What support can you receive from your employer through the training period, and can you move mid-training?

This is an important question, which has more implications for your career than one originally considers. As an applicant, your ambition is to secure a trainee position. Because of the limited knowledge you may have of the profession, it is hard to be circumspect about who you join. When in the application process, be that for a private practice or industry position, you need to understand the level of support you will receive towards your professional training. If the organisation doesn’t place much emphasis on the journey towards qualification, treat this as a red flag. Does it mean that IP within the organisation is less important to the business? Does it mean the Head of Department does not have the upper management influence? Is the Head of Department qualified? Getting into the profession is a big goal. But working towards qualification is an even larger goal, and very attainable, in the right environment.

Within a firm environment, it is expected you will be mentored towards qualification. Working for a small firm has its benefits, just as much as the larger firm with a robust training programme. Within the former, you would want to hear that you will be supporting a number of partners/senior associates.
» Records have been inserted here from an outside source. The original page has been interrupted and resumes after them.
//! The desktop app (egui/eframe): the only part of ductline that touches the GUI.
//!
//! Layout: a menu bar; the specimen panel on the left; the tracing view in the middle; the plan
//! map and the section inspector on the right; the duct profile along the bottom; a status bar.
//! Panels only emit [`Cmd`]s; [`DuctApp::apply`] is the one place that changes the document,
//! so undo/redo and "unsaved changes" work the same for every edit.

pub mod doc;
mod inspector;
mod jobs;
mod plan;
mod profile;
mod side;
#[cfg(test)]
mod tests;
pub mod tracing;

use doc::Doc;
use ductline::cochlea::Greenwood;
use ductline::landmarks::{Edit, Kind, Landmark};
use ductline::measure::Override;
use ductline::pipeline::Outcome;
use ductline::project::{self, Project};
use ductline::stack::{self, LoadOptions, Stack, VoxelSize};
use jobs::Job;
use std::path::{Path, PathBuf};
use std::sync::mpsc::Receiver;
use std::time::{Duration, Instant};

/// The status line's colour: errors red, warnings and stops amber, the rest plain.
pub fn status_colour(status: &str, plain: egui::Color32) -> egui::Color32 {
    let s = status.to_lowercase();
    if s.starts_with("error") || s.contains("failed") || s.contains("cannot") {
        palette::FLAG
    } else if s.starts_with("warning") || s.contains("stopped") || s.contains("below confidence") {
        palette::WARN
    } else {
        plain
    }
}

/// Colours of the app (its own palette).
pub mod palette {
    use ductline::landmarks::Kind;
    use egui::Color32;
    pub const VIEW_BG: Color32 = Color32::from_rgb(18, 22, 28);
    pub const PANEL_BG: Color32 = Color32::from_rgb(24, 29, 36);
    pub const LAMINA: Color32 = Color32::from_rgb(232, 163, 61);
    pub const LIGAMENT: Color32 = Color32::from_rgb(43, 179, 163);
    pub const AXIS: Color32 = Color32::from_rgb(156, 124, 240);
    pub const WINDOW: Color32 = Color32::from_rgb(242, 107, 91);
    pub const CENTRE: Color32 = Color32::from_rgb(215, 227, 107);
    pub const CUT: Color32 = Color32::from_rgb(120, 200, 255);
    pub const FLAG: Color32 = Color32::from_rgb(255, 70, 70);
    /// The ring round a landmark the fit leaves out (magenta: apart from the window mark's red).
    pub const OUTLIER: Color32 = Color32::from_rgb(235, 90, 235);
    pub const WARN: Color32 = Color32::from_rgb(240, 190, 80);
    pub const SERIES: [Color32; 5] = [
        Color32::from_rgb(110, 198, 255),
        Color32::from_rgb(255, 143, 179),
        Color32::from_rgb(150, 220, 120),
        Color32::from_rgb(214, 196, 160),
        Color32::from_rgb(190, 160, 255),
    ];
    pub fn kind(k: Kind) -> Color32 {
        match k {
            Kind::AxisBase | Kind::AxisApex => AXIS,
            Kind::Window => WINDOW,
            Kind::Lamina => LAMINA,
            Kind::Ligament => LIGAMENT,
        }
    }
}
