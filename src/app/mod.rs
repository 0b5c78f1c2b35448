//! The desktop app (egui). The only part of ductline that touches the GUI.

use std::path::PathBuf;

pub fn run(_path: Option<PathBuf>) -> anyhow::Result<()> {
    anyhow::bail!("app not built yet")
}
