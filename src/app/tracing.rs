//! The tracing view: a stack plane (constant i, j or k) or the radial cut through the modiolar
//! axis at an angle, with landmarks and fitted curves drawn where they meet the plane.

use super::doc::Doc;
use super::{Cmd, palette};
use ductline::frame::{v3, v3::V};
use ductline::landmarks::{Edit, Kind, Landmark};
use ductline::section::{self, Grid};
use ductline::stack::Stack;
use egui::{Color32, Pos2, Rect, Sense, Stroke, Vec2, pos2, vec2};

#[derive(Clone, Copy, Debug, PartialEq)]
pub enum Plane {
    /// Constant index along stack axis 0 (i), 1 (j) or 2 (k).
    Slice(usize),
    /// Through the modiolar axis at `View::angle_deg`.
    Radial,
}

/// A plane image: sample (a, b) lies at origin + a·du + b·dv (stack mm).
#[derive(Clone, Debug)]
pub struct PlaneMap {
    pub origin: V,
    pub du: V,
    pub dv: V,
    pub nu: usize,
    pub nv: usize,
}

impl PlaneMap {
    pub fn point(&self, a: f64, b: f64) -> V {
        v3::axpy(v3::axpy(self.origin, a, self.du), b, self.dv)
    }
    /// (a, b, distance from the plane in mm) of a stack point.
    pub fn project(&self, p: V) -> (f64, f64, f64) {
        let d = v3::sub(p, self.origin);
        let n = v3::unit(v3::cross(self.du, self.dv));
        (v3::dot(d, self.du) / v3::dot(self.du, self.du), v3::dot(d, self.dv) / v3::dot(self.dv, self.dv), v3::dot(d, n))
    }
}

/// What the cursor is over, for the status bar.
#[derive(Clone, Debug, Default)]
pub struct Hover {
    pub p: V,
    pub cochlear: Option<[f64; 3]>,
    pub value: f32,
}

pub struct View {
    pub plane: Plane,
    pub index: [usize; 3],
    pub angle_deg: f64,
    pub zoom: f32,
    pub pan: Vec2,
    pub active: Kind,
    pub selected: Option<usize>,
    drag: Option<(usize, V)>,
    pub hover: Option<Hover>,
    cache: Option<(String, PlaneMap, Vec<f32>)>,
    tex: Option<(String, egui::TextureHandle)>,
    /// Wheel travel not yet turned into steps (notches).
    wheel: f32,
    /// A menu or popup was open when this frame began: a click then only closes it.
    pub popup_was_open: bool,
    /// After a lamina point the active kind becomes ligament, and back (one partition, two ends).
    pub alternate: bool,
    /// Where the last frame drew each pending proposal (index, screen position).
    pub drawn_proposals: Vec<(usize, Pos2)>,
    /// Where the last frame drew the fit's predicted lamina and ligament points in the plane
    /// (kind, stack point in the plane, screen position): a click on one places that landmark.
    pub drawn_fit: Vec<(Kind, V, Pos2)>,
    /// A lamina or ligament click within two voxels of the edge the image shows lands on it.
    pub snap: bool,
}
This will help you to learn the patent craft from different perspectives, which in turn will help shape your own craft.

During the training process, which could take up to five years, depending on if you are working towards the national and/or European qualification, you will hopefully be sent on external training. This comes at a cost to the firm/organisation, and many will want to lock you in for a number of years after you qualify – this can be via the repayment of the training costs or through a retention bonus paid out a number of years after qualifying.  However, this does not mean you are unable to leave – be that during or after qualification. We see a lot of future employers taking on the loan costs from your employer or offering ‘golden hellos’ to cover the loan payment.

Is it better to start in industry or private practice?

In most cases, we find that those who start in private practice are exposed to a much greater volume of substantive patent work across multiple industries. Your role will be a concentration of drafting and prosecution of applications, which will hone your skills as an attorney. Once qualified, a move to industry helps to round you as an attorney, in that you get to experience IP on the other side. Within industry, you get more personal ownership to the patent strategy and have a clearer horizon of why the patents are being filed. But if you start in industry, whilst this is still a good option, you may not have the same concentration of work as in private practice. It is hard not to generalise on this point as there are industry roles where you would be carrying out high volumes of prep and pros. So, as a general rule, consider and explore the position and its offering in detail to ensure you gain exposure to a broad range of activities (and ideally technologies) that will set an excellent foundation for your future career.